• What the task requires:
Copy the records out again in full, keeping them identical.

• Data in this exercise:
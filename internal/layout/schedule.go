package layout

import (
	"math"

	"github.com/scangate/scangate/internal/units"
)

// TaskGroup is Count identical tasks of Ms each: the full segments of a partition
// all cost the same, so a billion segments are a handful of groups, not a billion tasks.
type TaskGroup struct {
	Count int64
	Ms    float64
}

// Schedule list-schedules the groups in order on cores (each task to the core that
// frees first, ties to the lowest core), the way an engine dispatches segments, and
// returns the makespan and the lower bound max(sum/cores, longest task) that no
// schedule can beat. Tasks with a non-positive or non-finite Ms count as free; cores
// below 1 count as 1.
func Schedule(groups []TaskGroup, cores int) (makespan, bound float64) {
	m := max(cores, 1)
	// Up to stackCores cores the heap lives on the stack: a scan is scheduled for every
	// layout a sweep tries, so a heap allocation here is one per candidate and column.
	var buf [stackCores]coreLoad
	h := newCoreHeap(&buf, m)
	var sum, longest float64
	for _, g := range groups {
		c, t := g.Count, g.Ms
		if c <= 0 || !(t > 0) || math.IsInf(t, 1) {
			continue
		}
		sum = float64(float64(c)*t) + sum
		longest = max(longest, t)
		if c <= 4*int64(m) {
			h.run(c, t)
			continue
		}
		h.bulk(c, t)
	}
	return h.makespan(), max(sum/float64(m), longest)
}

// coreHeap is a binary min-heap of cores ordered by (load, index), so the root is the
// core that frees first with ties to the lowest index. Each entry holds its core's load,
// so a comparison reads the entries it orders and nothing else.
type coreHeap struct {
	cores []coreLoad
}

// coreLoad is one core and the time its tasks so far end at.
type coreLoad struct {
	load float64
	core int
}

const stackCores = 64

// newCoreHeap is m idle cores, held in buf when they fit.
func newCoreHeap(buf *[stackCores]coreLoad, m int) coreHeap {
	h := coreHeap{cores: buf[:min(m, stackCores)]}
	if m > stackCores {
		h.cores = make([]coreLoad, m)
	}
	for i := range h.cores {
		h.cores[i] = coreLoad{core: i} // all loads 0: index order is a valid heap
	}
	return h
}

// makespan is when the last core frees.
func (h *coreHeap) makespan() float64 {
	var end float64
	for _, c := range h.cores {
		end = max(end, c.load)
	}
	return end
}

func (a coreLoad) before(b coreLoad) bool {
	return a.load < b.load || (a.load == b.load && a.core < b.core)
}

func (h *coreHeap) down(i int) {
	cs := h.cores
	n := len(cs)
	for {
		l := 2*i + 1
		if l >= n {
			return
		}
		j := l
		if r := l + 1; r < n && cs[r].before(cs[l]) {
			j = r
		}
		if !cs[j].before(cs[i]) {
			return
		}
		cs[i], cs[j] = cs[j], cs[i]
		i = j
	}
}

func (h *coreHeap) init() {
	for i := len(h.cores)/2 - 1; i >= 0; i-- {
		h.down(i)
	}
}

// run assigns c tasks of t one at a time.
func (h *coreHeap) run(c int64, t float64) {
	for range c {
		h.cores[0].load += t
		h.down(0)
	}
}

// bulk assigns c identical tasks at once. Core i's j-th new task would end at
// L_i + (j+1)t, and one-at-a-time list scheduling takes the c smallest start keys
// L_i + j*t (ties to the lower core). Bisection finds a level T below the c-th smallest
// key and within one task of it; every key under T is assigned in one step, the few
// left one at a time.
func (h *coreHeap) bulk(c int64, t float64) {
	m := int64(len(h.cores))
	// below counts the keys under level T, capped at c so it cannot overflow.
	below := func(T float64) int64 {
		var s int64
		for _, cl := range h.cores {
			if l := cl.load; T > l {
				k := math.Ceil((T - l) / t)
				if !(k < float64(c)) {
					return c
				}
				s += int64(k)
				if s >= c {
					return c
				}
			}
		}
		return s
	}
	lo, hi := h.cores[0].load, h.cores[0].load
	for _, cl := range h.cores {
		lo, hi = min(lo, cl.load), max(hi, cl.load)
	}
	// At hi every core has at least c/m + 1 keys below it: m*(c/m+1) > c.
	hi += float64(float64(c/m+2) * t)
	// Halve the gap until it is one task long: then at most about one key per core lies
	// between lo and hi, and those few are handed out one at a time below, which is what
	// the cores would do. Bisecting further, to adjacent floats, cost some fifty rounds
	// per group for the same schedule.
	for range 2000 {
		if hi-lo <= t {
			break
		}
		mid := lo + (hi-lo)/2
		if mid <= lo || mid >= hi {
			break
		}
		if below(mid) < c {
			lo = mid
		} else {
			hi = mid
		}
	}
	var done int64
	for i := range h.cores {
		if l := h.cores[i].load; lo > l {
			k := units.Int64(math.Ceil((lo - l) / t))
			h.cores[i].load = l + float64(float64(k)*t)
			done += k
		}
	}
	left := c - done
	// Only when t is below the float spacing at this level can many keys share one
	// float; hand those out in whole rounds, which is what the cores would do.
	if left > 4*m {
		q := left/m - 1
		for i := range h.cores {
			h.cores[i].load += float64(float64(q) * t)
		}
		left -= q * m
	}
	h.init()
	h.run(left, t)
}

• Final answer:
filename internal/layout/schedule.go
package layout

import (
	"math"

	"github.com/scangate/scangate/internal/units"
)

// TaskGroup is Count identical tasks of Ms each: the full segments of a partition
// all cost the same, so a billion segments are a handful of groups, not a billion tasks.
type TaskGroup struct {
	Count int64
	Ms    float64
}

// Schedule list-schedules the groups in order on cores (each task to the core that
// frees first, ties to the lowest core), the way an engine dispatches segments, and
// returns the makespan and the lower bound max(sum/cores, longest task) that no
// schedule can beat. Tasks with a non-positive or non-finite Ms count as free; cores
// below 1 count as 1.
func Schedule(groups []TaskGroup, cores int) (makespan, bound float64) {
	m := max(cores, 1)
	// Up to stackCores cores the heap lives on the stack: a scan is scheduled for every
	// layout a sweep tries, so a heap allocation here is one per candidate and column.
	var buf [stackCores]coreLoad
	h := newCoreHeap(&buf, m)
	var sum, longest float64
	for _, g := range groups {
		c, t := g.Count, g.Ms
		if c <= 0 || !(t > 0) || math.IsInf(t, 1) {
			continue
		}
		sum = float64(float64(c)*t) + sum
		longest = max(longest, t)
		if c <= 4*int64(m) {
			h.run(c, t)
			continue
		}
		h.bulk(c, t)
	}
	return h.makespan(), max(sum/float64(m), longest)
}

// coreHeap is a binary min-heap of cores ordered by (load, index), so the root is the
// core that frees first with ties to the lowest index. Each entry holds its core's load,
// so a comparison reads the entries it orders and nothing else.
type coreHeap struct {
	cores []coreLoad
}

// coreLoad is one core and the time its tasks so far end at.
type coreLoad struct {
	load float64
	core int
}

const stackCores = 64

// newCoreHeap is m idle cores, held in buf when they fit.
func newCoreHeap(buf *[stackCores]coreLoad, m int) coreHeap {
	h := coreHeap{cores: buf[:min(m, stackCores)]}
	if m > stackCores {
		h.cores = make([]coreLoad, m)
	}
	for i := range h.cores {
		h.cores[i] = coreLoad{core: i} // all loads 0: index order is a valid heap
	}
	return h
}

// makespan is when the last core frees.
func (h *coreHeap) makespan() float64 {
	var end float64
	for _, c := range h.cores {
		end = max(end, c.load)
	}
	return end
}

func (a coreLoad) before(b coreLoad) bool {
	return a.load < b.load || (a.load == b.load && a.core < b.core)
}

func (h *coreHeap) down(i int) {
	cs := h.cores
	n := len(cs)
	for {
		l := 2*i + 1
		if l >= n {
			return
		}
		j := l
		if r := l + 1; r < n && cs[r].before(cs[l]) {
			j = r
		}
		if !cs[j].before(cs[i]) {
			return
		}
		cs[i], cs[j] = cs[j], cs[i]
		i = j
	}
}

func (h *coreHeap) init() {
	for i := len(h.cores)/2 - 1; i >= 0; i-- {
		h.down(i)
	}
}

// run assigns c tasks of t one at a time.
func (h *coreHeap) run(c int64, t float64) {
	for range c {
		h.cores[0].load += t
		h.down(0)
	}
}

// bulk assigns c identical tasks at once. Core i's j-th new task would end at
// L_i + (j+1)t, and one-at-a-time list scheduling takes the c smallest start keys
// L_i + j*t (ties to the lower core). Bisection finds a level T below the c-th smallest
// key and within one task of it; every key under T is assigned in one step, the few
// left one at a time.
func (h *coreHeap) bulk(c int64, t float64) {
	m := int64(len(h.cores))
	// below counts the keys under level T, capped at c so it cannot overflow.
	below := func(T float64) int64 {
		var s int64
		for _, cl := range h.cores {
			if l := cl.load; T > l {
				k := math.Ceil((T - l) / t)
				if !(k < float64(c)) {
					return c
				}
				s += int64(k)
				if s >= c {
					return c
				}
			}
		}
		return s
	}
	lo, hi := h.cores[0].load, h.cores[0].load
	for _, cl := range h.cores {
		lo, hi = min(lo, cl.load), max(hi, cl.load)
	}
	// At hi every core has at least c/m + 1 keys below it: m*(c/m+1) > c.
	hi += float64(float64(c/m+2) * t)
	// Halve the gap until it is one task long: then at most about one key per core lies
	// between lo and hi, and those few are handed out one at a time below, which is what
	// the cores would do. Bisecting further, to adjacent floats, cost some fifty rounds
	// per group for the same schedule.
	for range 2000 {
		if hi-lo <= t {
			break
		}
		mid := lo + (hi-lo)/2
		if mid <= lo || mid >= hi {
			break
		}
		if below(mid) < c {
			lo = mid
		} else {
			hi = mid
		}
	}
	var done int64
	for i := range h.cores {
		if l := h.cores[i].load; lo > l {
			k := units.Int64(math.Ceil((lo - l) / t))
			h.cores[i].load = l + float64(float64(k)*t)
			done += k
		}
	}
	left := c - done
	// Only when t is below the float spacing at this level can many keys share one
	// float; hand those out in whole rounds, which is what the cores would do.
	if left > 4*m {
		q := left/m - 1
		for i := range h.cores {
			h.cores[i].load += float64(float64(q) * t)
		}
		left -= q * m
	}
	h.init()
	h.run(left, t)
}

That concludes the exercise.